--- Prompt ---
Gather all lines with "interface" from the records.

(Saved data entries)
* * * * * * * * *
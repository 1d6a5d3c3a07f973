import { featureCollection, polygon, pointOnFeature, booleanPointInPolygon, union } from '@turf/turf'
import { checkBoundary, type BoundaryCheck } from './checkBoundary.ts'
import { areTooFine } from './edgeMeetings.ts'
import { offsetFromEdge } from './edgeOffset.ts'
import type { Boundary } from './geometryTypes.ts'
import { closeRing, fromGridParts, fromGridPoint, toGridParts, type GridPoint } from './gridPoints.ts'
import { nearestOf, takeCorners } from './jointCorners.ts'
import { gridDistanceM, gridScaleAt } from './localPlane.ts'
import { measurePolygon } from './measurePolygon.ts'

/** Outlines that come this near, metres, are drawn as touching: two units of the coordinates kept. */
const TOUCH_M = 0.025
/** A corner that `setCorners` set on an edge lies within a grid unit of it. */
const ON_EDGE_UNITS = 1.02
/** Where it set two, they stand this near, metres. */
const BESIDE_M = 0.15
/** Dropping corners may change the area by no more than this share. */
const MOST_CHANGE = 1e-6

export interface United extends BoundaryCheck {
  /** Whether some of them lie apart from the rest, touching nowhere or in a corner only. */
  isApart: boolean
}

/**
 * The ground of several valid boundaries as one: a Polygon where all of it hangs together, else a MultiPolygon. Edges that run along
 * each other within 2.5 cm are joined without a gap, and a corner is dropped where it stood only because the outlines met there, on
 * a line as straight as the coordinates allow; so a split is undone to the corner. Never throws.
 *
 * Codes besides those of `checkBoundary`: `geometry.too_fine` where outlines are laced too finely to be united in good time.
 * @param boundaries at least one, as `checkBoundary` lets them stand.
 */
export function uniteBoundaries(boundaries: readonly Boundary[]): United {
  if (isTooFine(boundaries)) return { geometry: null, findings: [{ code: 'geometry.too_fine', params: {} }], isApart: false }
  const inputs = boundaries.map(toGridParts)
  const exact = uniteInputs(inputs)
  // What shares its corners to the last digit is not touched; gaps and slivers of a hand's drawing leave spikes, or parts apart.
  return exact.geometry !== null && !exact.isApart ? exact : uniteInputs(joinCorners(inputs))
}

function uniteInputs(inputs: readonly Parts[]): United {
  const united = uniteParts(inputs)
  const joints = jointsOf(inputs)
  const cleaned = united.map((rings) => rings.map((ring) => dropJoints(ring, joints)).filter((ring) => ring.length > 2))
  const [whole, clean] = [checkBoundary(fromGridParts(united)), checkBoundary(fromGridParts(cleaned))]
  return { ...(isSameGround(whole.geometry, clean.geometry) ? clean : whole), isApart: areApart(inputs, united) }
}

function isSameGround(whole: Boundary | null, clean: Boundary | null): boolean {
  if (whole === null || clean === null) return clean !== null
  return Math.abs(measurePolygon(clean).areaM2 / measurePolygon(whole).areaM2 - 1) <= MOST_CHANGE
}

function isTooFine(boundaries: readonly Boundary[]): boolean {
  return boundaries.some((one, index) => boundaries.slice(0, index).some((other) => areTooFine(one, other)))
}

type Parts = GridPoint[][][]
const cornersOf = (parts: Parts): GridPoint[] => parts.flat(2)

/** Each outline with the corners of the others where they touch: first moved onto them, then set into its edges. */
function joinCorners(inputs: readonly Parts[]): Parts[] {
  const take = (parts: Parts, others: readonly Parts[]): Parts => {
    const corners = others.flatMap(cornersOf)
    return parts.map((rings) => rings.map((ring) => takeCorners(ring, corners, TOUCH_M)).filter((ring) => ring.length > 2))
  }
  const moved: Parts[] = []
  for (const parts of inputs) moved.push(take(parts, moved))
  return moved.map((parts, index) => take(parts, moved.filter((_, other) => other !== index)))
}

/** The union in whole grid units, where shared edges are exactly the same. */
function uniteParts(inputs: readonly Parts[]): Parts {
  const polygons = inputs.flatMap((parts) => parts.map((rings) => polygon(rings.map((ring) => [...ring, ...ring.slice(0, 1)].map(([x, y]) => [x, y])))))
  const [only] = polygons
  if (only === undefined) return []
  const shape = polygons.length === 1 ? only.geometry : union(featureCollection(polygons))?.geometry
  if (shape === undefined) return []
  const coordinates = shape.type === 'Polygon' ? [shape.coordinates] : shape.coordinates
  return coordinates.map((rings) => rings.map((ring) => ring.slice(0, -1).map(([x = 0, y = 0]): GridPoint => [Math.round(x), Math.round(y)])))
}

const keyOf = ([x, y]: GridPoint): string => `${x} ${y}`

/** Corners that belong to more than one outline. */
function jointsOf(inputs: readonly Parts[]): GridPoint[] {
  const seen = new Map<string, { corner: GridPoint; count: number }>()
  for (const parts of inputs) {
    for (const [key, corner] of new Map(cornersOf(parts).map((each) => [keyOf(each), each]))) {
      seen.set(key, { corner, count: (seen.get(key)?.count ?? 0) + 1 })
    }
  }
  return [...seen.values()].filter(({ count }) => count > 1).map(({ corner }) => corner)
}

/**
 * A ring without the corners at joints that lie on the line between the corners around them: within the grid unit that a corner set
 * on an edge may be off, or within two where two stand side by side.
 */
function dropJoints(ring: readonly GridPoint[], joints: readonly GridPoint[]): GridPoint[] {
  const atJoint = ring.map((corner) => nearestOf(corner, joints, BESIDE_M) !== undefined)
  const scale = gridScaleAt(ring[0] ?? [0, 0])
  /** The nearest corner before or after that does not stand beside this one, and how many stand between. */
  const beyond = (from: number, step: 1 | -1): { corner: GridPoint; beside: number } => {
    const corner = ring[from] ?? [0, 0]
    for (let gone = 1; gone < ring.length; gone += 1) {
      const other = ring[(from + gone * step + ring.length * gone) % ring.length] ?? corner
      if (gridDistanceM(corner, other, scale) > BESIDE_M) return { corner: other, beside: gone - 1 }
    }
    return { corner, beside: 0 }
  }
  return ring.filter((corner, index) => {
    const [before, after] = [beyond(index, -1), beyond(index, 1)]
    const off = before.beside + after.beside > 0 ? 2 * ON_EDGE_UNITS : ON_EDGE_UNITS
    return !atJoint[index] || !isOnLine(before.corner, corner, after.corner, off)
  })
}

function isOnLine(before: GridPoint, corner: GridPoint, after: GridPoint, offUnits: number): boolean {
  const [dx, dy] = [after[0] - before[0], after[1] - before[1]]
  const isBetween = (corner[0] - before[0]) * dx + (corner[1] - before[1]) * dy > 0 && (after[0] - corner[0]) * dx + (after[1] - corner[1]) * dy > 0
  return isBetween && Math.abs(offsetFromEdge(before, after, corner)) <= offUnits
}

/** Whether the parts of the union hang together through none of the outlines. */
function areApart(inputs: readonly Parts[], united: Parts): boolean {
  const groups = united.map((_, index) => index)
  for (const parts of inputs) {
    const homes = new Set(parts.map((rings) => groups[homeOf(rings, united)] ?? 0))
    const [first = 0] = homes
    groups.forEach((group, index) => { if (homes.has(group)) groups[index] = first })
  }
  return new Set(groups).size > 1
}

/** The part of the union that a polygon went into. */
function homeOf(rings: GridPoint[][], united: Parts): number {
  const toTurf = (each: GridPoint[][]) => polygon(each.map((ring) => closeRing(ring.map(fromGridPoint))))
  const inner = pointOnFeature(toTurf(rings))
  return Math.max(0, united.findIndex((each) => booleanPointInPolygon(inner, toTurf(each))))
}
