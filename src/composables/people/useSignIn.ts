import { reactive, ref, type Ref } from 'vue'
import { useI18n } from 'vue-i18n'
import { ApiError, NetworkError } from '../../api/errors.ts'
import { usePreferences } from '../../stores/preferences.ts'
import { useSession } from '../../stores/session.ts'
import { useMessages } from '../app/useMessages.ts'
import { useSignalBack } from '../app/useSignalBack.ts'

/** Signing in from a form: what is missing at its fields, what was refused above them. */
export interface SignIn {
  errors: { email: string; password: string; code: string }
  /** The password was right, and the account has a second factor. */
  asksCode: Ref<boolean>
  refusal: Ref<string>
  busy: Ref<boolean>
  /** Answers whether the person is signed in. */
  signIn: (email: string, password: string, code?: string) => Promise<boolean>
}

/** @param wrongWords what to say when e-mail and password do not match. */
export function useSignIn(wrongWords: () => string): SignIn {
  const session = useSession()
  const preferences = usePreferences()
  const messages = useMessages()
  const { t } = useI18n()
  const errors = reactive({ email: '', password: '', code: '' })
  const asksCode = ref(false)
  const refusal = ref('')
  const busy = ref(false)
  let lacksSignal = false

  async function signIn(email: string, password: string, code = ''): Promise<boolean> {
    errors.email = email.trim() === '' ? t('session.emailNeeded') : ''
    errors.password = password === '' ? t('session.passwordNeeded') : ''
    errors.code = asksCode.value && code.trim() === '' ? t('pin.codeNeeded') : ''
    refusal.value = ''
    lacksSignal = false
    if (Object.values(errors).some((words) => words !== '') || busy.value) return false
    busy.value = true
    try {
      await session.signIn(email.trim(), password, asksCode.value ? code : undefined)
      if (session.user !== null) await preferences.offerLanguage(session.user.language)
      preferences.offerLight(session.user?.preferences.light)
      return true
    } catch (error) {
      lacksSignal = error instanceof NetworkError
      if (error instanceof ApiError && error.problem.code === 'session.code_needed') {
        asksCode.value = true
        return false
      }
      refusal.value = isWrong(error) ? wrongWords() : messages.problem(error)
      return false
    } finally {
      busy.value = false
    }
  }

  useSignalBack(() => { if (lacksSignal) refusal.value = '' })
  return { errors, asksCode, refusal, busy, signIn }
}

function isWrong(error: unknown): boolean {
  return error instanceof ApiError && error.problem.code !== 'session.code_wrong' && [401, 422].includes(error.problem.status)
}
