import { onMounted, ref, shallowRef, type Ref, type ShallowRef } from 'vue'
import { useI18n } from 'vue-i18n'
import type { PhoneHere } from '../../../shared/contract/sharedPhone.ts'
import { ApiError } from '../../api/errors.ts'
import { phoneApi } from '../../api/phoneApi.ts'
import { useSession } from '../../stores/session.ts'
import { useMessages } from '../app/useMessages.ts'

const PIN = /^\d{6}$/

/** Signing in by PIN where this is a phone of the farm. */
export interface PinSignIn {
  /** Null until it is known, and on a phone that is no farm's. */
  phone: ShallowRef<PhoneHere['phone']>
  busy: Ref<boolean>
  refusal: Ref<string>
  error: Ref<string>
  forget: () => void
  /** Answers whether the person is signed in. */
  signIn: (personId: string, pin: string) => Promise<boolean>
}

/** @param asks whether to ask whose phone this is, when the page is there. */
export function usePinSignIn(asks = true): PinSignIn {
  const { t } = useI18n()
  const session = useSession()
  const messages = useMessages()
  const phone = shallowRef<PhoneHere['phone']>(null)
  const busy = ref(false)
  const refusal = ref('')
  const error = ref('')

  function forget(): void {
    refusal.value = ''
    error.value = ''
  }

  async function signIn(personId: string, pin: string): Promise<boolean> {
    forget()
    if (!PIN.test(pin)) error.value = t('pin.pinNeeded')
    if (error.value !== '' || busy.value) return false
    busy.value = true
    try {
      await session.signInByPin(personId, pin)
      return true
    } catch (cause) {
      refusal.value = cause instanceof ApiError && cause.problem.code === 'pin.wrong' ? t('pin.wrong') : messages.problem(cause)
      return false
    } finally {
      busy.value = false
    }
  }

  // Without signal nobody signs in anyway.
  onMounted(async () => { if (asks) phone.value = await phoneApi.here().catch(() => null) })
  return { phone, busy, refusal, error, forget, signIn }
}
* * * * * * * * *
--- Written answer ---
export interface United extends BoundaryCheck {
export interface SignIn {
export interface PinSignIn {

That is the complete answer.